Golidocitinib monotherapy demonstrated prolonged remission duration in R/R PTCL. As of the last follow-up on August 31, 2023, the median Duration of Response (DOR) was 20.7 months (with 53.8% of patients still in continuous remission), the median Progression-Free Survival (PFS) was 5.6 months, and the median Overall Survival (OS) was 19.4 months.

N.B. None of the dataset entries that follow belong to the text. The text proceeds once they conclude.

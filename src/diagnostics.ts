// Diagnostics are data: a catalogue of codes, each with a severity and a hint. Stages return them;
// only the CLI decides how to print them and which exit code follows.
export type Severity = 'error' | 'warning' | 'info';

export interface Diagnostic {
  readonly code: DiagnosticCode;
  readonly severity: Severity;
  /** JSON path of the spec field or the model/feature concerned, e.g. "substrate.height" or "stub". */
  readonly where: string;
  readonly message: string;
}

export const CATALOGUE = {
  'spec.syntax': { severity: 'error', hint: 'the file is not valid YAML or JSON' },
  'spec.invalid': { severity: 'error', hint: 'a field has a value that is not allowed' },
  'spec.unknown-key': { severity: 'warning', hint: 'the key is ignored' },
  'spec.too-large': { severity: 'error', hint: 'spec files are small text files' },
  'solve.no-passive-solution': { severity: 'error', hint: 'no single shunt stub on this line reaches the target' },
  'solve.already-matched': { severity: 'info', hint: 'the load already presents the target; no stub is needed' },
  'model.out-of-range': { severity: 'warning', hint: 'the model is used outside its published validity range' },
  'model.thin-conductor': { severity: 'warning', hint: 'copper thinner than three skin depths: loss is underestimated' },
  'fab.too-narrow': { severity: 'error', hint: 'a line would be narrower than the fabrication minimum' },
  'fab.annular-ring': { severity: 'error', hint: 'via pad leaves less annular ring than the fabrication minimum' },
  'fab.rule': { severity: 'error', hint: 'a design rule is broken' },
  'fit.no-fit': { severity: 'error', hint: 'the copper does not fit the allowed area' },
  'fit.changed': { severity: 'info', hint: 'the layout was changed to fit the area' },
  'design.note': { severity: 'info', hint: '' },
  'spec.bare-number': { severity: 'warning', hint: 'a number without a unit is read in SI units (Hz, ohm, S/m); write the unit to be sure' },
  'design.via-near-junction': { severity: 'warning', hint: 'a via close to the junction is the least certain part of a short-stub match' },
  'design.refine-failed': { severity: 'warning', hint: 'the physical network refinement did not converge' },
  'design.out-of-model': { severity: 'error', hint: 'the request lies where the closed-form models do not hold' },
  'fab.min-space': { severity: 'error', hint: 'two pieces of copper are closer than the fabrication minimum space' },
  'fab.copper-to-edge': { severity: 'error', hint: 'copper is closer to the board edge than the fabrication minimum' },
} as const satisfies Record<string, { severity: Severity; hint: string }>;

export type DiagnosticCode = keyof typeof CATALOGUE;

export function diagnostic(code: DiagnosticCode, where: string, message: string): Diagnostic {
  return { code, severity: CATALOGUE[code].severity, where, message };
}

export const hasErrors = (ds: readonly Diagnostic[]): boolean => ds.some((d) => d.severity === 'error');

/** Thrown only inside the core to abort a stage; the CLI turns it into one line and an exit code. */
export class TunestripError extends Error {
  constructor(readonly diagnostic: Diagnostic) {
    super(`${diagnostic.where}: ${diagnostic.message}`);
    this.name = 'TunestripError';
  }
}

export const fail = (code: DiagnosticCode, where: string, message: string): never => {
  throw new TunestripError(diagnostic(code, where, message));
};
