/**
 * Solves A·X = B for a small symmetric positive-definite A by Cholesky factorisation (A = L·Lᵀ), on plain typed arrays.
 *
 * Why not ml-matrix: the joint photometry solves tens of thousands of 2 × 2 to 20 × 20 systems per field (NNLS steps and
 * standard errors), and at that size the cost of creating Matrix objects exceeded the arithmetic several times over.
 * ml-matrix stays the reference in the tests and the fallback (SVD) when A is singular.
 *
 * @param a - A, row-major n × n (only the lower triangle is read; not modified)
 * @param n - order of A
 * @param b - B, row-major n × nRhs (not modified)
 * @param nRhs - number of right-hand sides
 * @returns X, row-major n × nRhs, or null when A is not numerically positive definite (a pivot ≤ 1e-13 of its diagonal)
 * @see Golub GH, Van Loan CF. Matrix Computations, 4th ed., 2013, §4.2 (Cholesky factorisation).
 */
export function choleskySolve(a: ArrayLike<number>, n: number, b: ArrayLike<number>, nRhs = 1): Float64Array | null {
  const l = new Float64Array(n * n);
  for (let j = 0; j < n; j++) {
    let d = a[j * n + j];
    for (let k = 0; k < j; k++) d -= l[j * n + k] * l[j * n + k];
    if (!(d > 1e-13 * Math.abs(a[j * n + j]))) return null;
    const ljj = Math.sqrt(d);
    l[j * n + j] = ljj;
    for (let i = j + 1; i < n; i++) {
      let s = a[i * n + j];
      for (let k = 0; k < j; k++) s -= l[i * n + k] * l[j * n + k];
      l[i * n + j] = s / ljj;
    }
  }
  const x = Float64Array.from(b as ArrayLike<number>);
  for (let r = 0; r < nRhs; r++) {
    // L·y = b, then Lᵀ·x = y
    for (let i = 0; i < n; i++) {
      let s = x[i * nRhs + r];
      for (let k = 0; k < i; k++) s -= l[i * n + k] * x[k * nRhs + r];
      x[i * nRhs + r] = s / l[i * n + i];
    }
    for (let i = n - 1; i >= 0; i--) {
      let s = x[i * nRhs + r];
      for (let k = i + 1; k < n; k++) s -= l[k * n + i] * x[k * nRhs + r];
      x[i * nRhs + r] = s / l[i * n + i];
    }
  }
  return x;
}
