/** One stored layer of a field as the viewer gets it from the page: the height map or a fluorescence channel. */
export interface ViewerLayer {
  layer: string;
  widthPx: number;
  heightPx: number;
  /** The tile set's display record (windows, tint, marker, read-out size), as stored with the tiles. */
  display: Record<string, unknown>;
}

/** A channel's marker name (CD9 ...), or the layer id when the tiles carry none. */
export const markerOf = (l: ViewerLayer) => String(l.display.marker ?? l.layer);
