CREATE TYPE "public"."size_measure" AS ENUM('diameter_nm', 'height_nm');--> statement-breakpoint
CREATE TABLE "link_run_histograms" (
	"link_run_id" uuid NOT NULL,
	"measure" "size_measure" NOT NULL,
	"marker_bits" integer NOT NULL,
	"bucket" integer NOT NULL,
	"n" integer NOT NULL,
	CONSTRAINT "link_run_histograms_link_run_id_measure_marker_bits_bucket_pk" PRIMARY KEY("link_run_id","measure","marker_bits","bucket")
);
--> statement-breakpoint
CREATE TABLE "link_run_phenotypes" (
	"link_run_id" uuid NOT NULL,
	"marker_bits" integer NOT NULL,
	"n" integer NOT NULL,
	CONSTRAINT "link_run_phenotypes_link_run_id_marker_bits_pk" PRIMARY KEY("link_run_id","marker_bits")
);
--> statement-breakpoint
CREATE TABLE "link_run_size_bins" (
	"link_run_id" uuid NOT NULL,
	"measure" "size_measure" NOT NULL,
	"bin" integer NOT NULL,
	"n" integer NOT NULL,
	CONSTRAINT "link_run_size_bins_link_run_id_measure_bin_pk" PRIMARY KEY("link_run_id","measure","bin")
);
--> statement-breakpoint
ALTER TABLE "link_run_histograms" ADD CONSTRAINT "link_run_histograms_link_run_id_link_runs_id_fk" FOREIGN KEY ("link_run_id") REFERENCES "public"."link_runs"("id") ON DELETE cascade ON UPDATE no action;--> statement-breakpoint
ALTER TABLE "link_run_phenotypes" ADD CONSTRAINT "link_run_phenotypes_link_run_id_link_runs_id_fk" FOREIGN KEY ("link_run_id") REFERENCES "public"."link_runs"("id") ON DELETE cascade ON UPDATE no action;--> statement-breakpoint
ALTER TABLE "link_run_size_bins" ADD CONSTRAINT "link_run_size_bins_link_run_id_link_runs_id_fk" FOREIGN KEY ("link_run_id") REFERENCES "public"."link_runs"("id") ON DELETE cascade ON UPDATE no action;--> statement-breakpoint
-- backfill: the summaries of runs written before this migration (same statements as summaryStatements in src/lib/db/queries/linkRunSummaries.ts)
insert into link_run_phenotypes (link_run_id, marker_bits, n)
select link_run_id, marker_bits, count(*) from vesicles where true group by 1, 2;--> statement-breakpoint
insert into link_run_histograms (link_run_id, measure, marker_bits, bucket, n)
select link_run_id, 'diameter_nm'::size_measure, marker_bits, case when diameter_nm = 'NaN' then 51 else width_bucket(diameter_nm, 0, 500, 50) end, count(*) from vesicles where true group by 1, 3, 4
union all
select link_run_id, 'height_nm'::size_measure, marker_bits, case when height_nm = 'NaN' then 51 else width_bucket(height_nm, 0, 100, 50) end, count(*) from vesicles where true group by 1, 3, 4;--> statement-breakpoint
insert into link_run_size_bins (link_run_id, measure, bin, n)
select link_run_id, 'diameter_nm'::size_measure, least(greatest(round(diameter_nm::float8 * 2), -2000000000), 2000000000)::int, count(*) from vesicles where true group by 1, 3
union all
select link_run_id, 'height_nm'::size_measure, least(greatest(round(height_nm::float8 * 10), -2000000000), 2000000000)::int, count(*) from vesicles where true group by 1, 3;
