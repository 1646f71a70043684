import { quickselect } from 'simple-statistics';
import type { Raster } from '../types';
import { robustNoiseSigma } from './robustNoiseSigma';

/** Options of {@link correctBackground}. */
export interface CorrectBackgroundOptions {
  /**
   * Camera offset (bias) added by the camera to every pixel, subtracted first (counts).
   * @default 0
   */
  cameraOffsetCounts?: number;
  /**
   * Side of the square tiles whose robust level forms the coarse background grid (px). It should be several
   * times the PSF width so that spots cover a small part of a tile.
   * @default 64
   */
  tileSizePx?: number;
  /**
   * Quantile of each tile's pixels taken as its background level (0–1). The median resists sparse spots.
   * @default 0.5
   */
  quantile?: number;
  /**
   * Only every n-th pixel in each direction is sampled inside a tile, for speed (px).
   * @default 2
   */
  sampleStridePx?: number;
}

/** Summary of the smooth background model. */
export interface BackgroundModelSummary {
  /** Camera offset subtracted before the background (counts). */
  readonly cameraOffsetCounts: number;
  /** Tile side actually used (px). */
  readonly tileSizePx: number;
  /** Grid columns × rows. */
  readonly gridWidth: number;
  readonly gridHeight: number;
  /** Tile levels, row-major, offset already subtracted (counts). */
  readonly gridCounts: Float32Array;
  /** Lowest, median and highest tile level (counts). */
  readonly minCounts: number;
  readonly medianCounts: number;
  readonly maxCounts: number;
  /** Robust SD (1.4826·MAD) of the corrected image: the per-pixel noise (counts). */
  readonly residualSigmaCounts: number;
}

/** Result of {@link correctBackground}. */
export interface CorrectBackgroundResult {
  /** Raw − offset − smooth background (counts); zero-mean away from spots. */
  readonly corrected: Raster;
  /** The smooth background model, offset excluded (counts per pixel). */
  readonly background: Raster;
  readonly summary: BackgroundModelSummary;
}

/**
 * Subtracts the camera offset and a smooth large-scale background from one fluorescence channel.
 *
 * The frame is cut into tiles; each tile's background level is a quantile (median by default) of a strided
 * sample of its pixels; the levels, placed at tile centres, are interpolated bilinearly to every pixel
 * (held constant beyond the outermost centres).
 *
 * @param raster - raw frame (counts); not modified
 * @param options - see {@link CorrectBackgroundOptions}
 * @returns corrected image, background model image and summary
 * @throws RangeError for an empty raster or options out of range
 */
export function correctBackground(raster: Raster, options: CorrectBackgroundOptions = {}): CorrectBackgroundResult {
  const { cameraOffsetCounts = 0, tileSizePx = 64, quantile = 0.5, sampleStridePx = 2 } = options;
  const { width, height, data } = raster;
  if (width < 1 || height < 1 || data.length !== width * height) {
    throw new RangeError(`raster must be non-empty with data.length = width·height, got ${width}×${height}, ${data.length}`);
  }
  if (!(tileSizePx >= 4)) throw new RangeError(`tileSizePx must be at least 4, got ${tileSizePx}`);
  if (!(quantile >= 0 && quantile <= 1)) throw new RangeError(`quantile must be within [0, 1], got ${quantile}`);
  if (!(sampleStridePx >= 1)) throw new RangeError(`sampleStridePx must be at least 1, got ${sampleStridePx}`);

  // grid of tile levels
  const gridWidth = Math.max(1, Math.round(width / tileSizePx));
  const gridHeight = Math.max(1, Math.round(height / tileSizePx));
  const tileW = width / gridWidth;
  const tileH = height / gridHeight;
  const gridCounts = new Float32Array(gridWidth * gridHeight);
  const scratch = new Float64Array(Math.ceil(tileW / sampleStridePx + 1) * Math.ceil(tileH / sampleStridePx + 1));
  for (let gy = 0; gy < gridHeight; gy++) {
    const y0 = Math.round(gy * tileH);
    const y1 = Math.round((gy + 1) * tileH);
    for (let gx = 0; gx < gridWidth; gx++) {
      const x0 = Math.round(gx * tileW);
      const x1 = Math.round((gx + 1) * tileW);
      let n = 0;
      for (let y = y0; y < y1; y += sampleStridePx) {
        const base = y * width;
        for (let x = x0; x < x1; x += sampleStridePx) scratch[n++] = data[base + x];
      }
      const k = Math.min(n - 1, Math.max(0, Math.round(quantile * (n - 1))));
      // simple-statistics' quickselect only indexes and swaps, so a typed array is fine.
      quickselect(scratch as unknown as number[], k, 0, n - 1);
      gridCounts[gy * gridWidth + gx] = scratch[k] - cameraOffsetCounts;
    }
  }

  // bilinear interpolation between tile centres: per row, the levels are first interpolated along y on the grid
  // (gridWidth values), then along x with per-column weights computed once
  const colIndex = new Int32Array(width);
  const colWeight = new Float64Array(width);
  for (let x = 0; x < width; x++) {
    const g = Math.min(Math.max((x + 0.5) / tileW - 0.5, 0), gridWidth - 1);
    const i = Math.min(Math.floor(g), Math.max(0, gridWidth - 2));
    colIndex[x] = i;
    colWeight[x] = gridWidth > 1 ? g - i : 0;
  }
  const rowLevels = new Float64Array(gridWidth + 1);
  const background = new Float32Array(width * height);
  const corrected = new Float32Array(width * height);
  for (let y = 0; y < height; y++) {
    const g = Math.min(Math.max((y + 0.5) / tileH - 0.5, 0), gridHeight - 1);
    const j = Math.min(Math.floor(g), Math.max(0, gridHeight - 2));
    const wy = gridHeight > 1 ? g - j : 0;
    const rowA = j * gridWidth;
    const rowB = (gridHeight > 1 ? j + 1 : j) * gridWidth;
    for (let i = 0; i < gridWidth; i++) rowLevels[i] = gridCounts[rowA + i] + wy * (gridCounts[rowB + i] - gridCounts[rowA + i]);
    rowLevels[gridWidth] = rowLevels[gridWidth - 1]; // a one-column grid reads past its end with weight 0
    const base = y * width;
    for (let x = 0; x < width; x++) {
      const i = colIndex[x];
      const a = rowLevels[i];
      const b = a + colWeight[x] * (rowLevels[i + 1] - a);
      background[base + x] = b;
      corrected[base + x] = data[base + x] - cameraOffsetCounts - b;
    }
  }

  // summary
  const sortedLevels = Float32Array.from(gridCounts).sort();
  const residual = robustNoiseSigma(corrected);
  return {
    corrected: { data: corrected, width, height },
    background: { data: background, width, height },
    summary: {
      cameraOffsetCounts,
      tileSizePx: Math.min(tileW, tileH),
      gridWidth,
      gridHeight,
      gridCounts,
      minCounts: sortedLevels[0],
      medianCounts: sortedLevels[sortedLevels.length >> 1],
      maxCounts: sortedLevels[sortedLevels.length - 1],
      residualSigmaCounts: residual.sigma,
    },
  };
}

In addition to the JACKPOT8 Phase II study, several other studies involving Golidocitinib in the field of PTCL are currently underway. These include Phase III studies targeting PTCL patients who have relapsed or are refractory/chemotherapy-resistant after initial treatment, Phase II studies for maintenance therapy after initial treatment in newly diagnosed PTCL patients, and studies focusing on Cutaneous T-cell Lymphoma (CTCL) in patients who have relapsed or are refractory after initial treatment. With the continuous publication of results from these studies, it is believed that Golidocitinib will bring more benefits to patients with PTCL.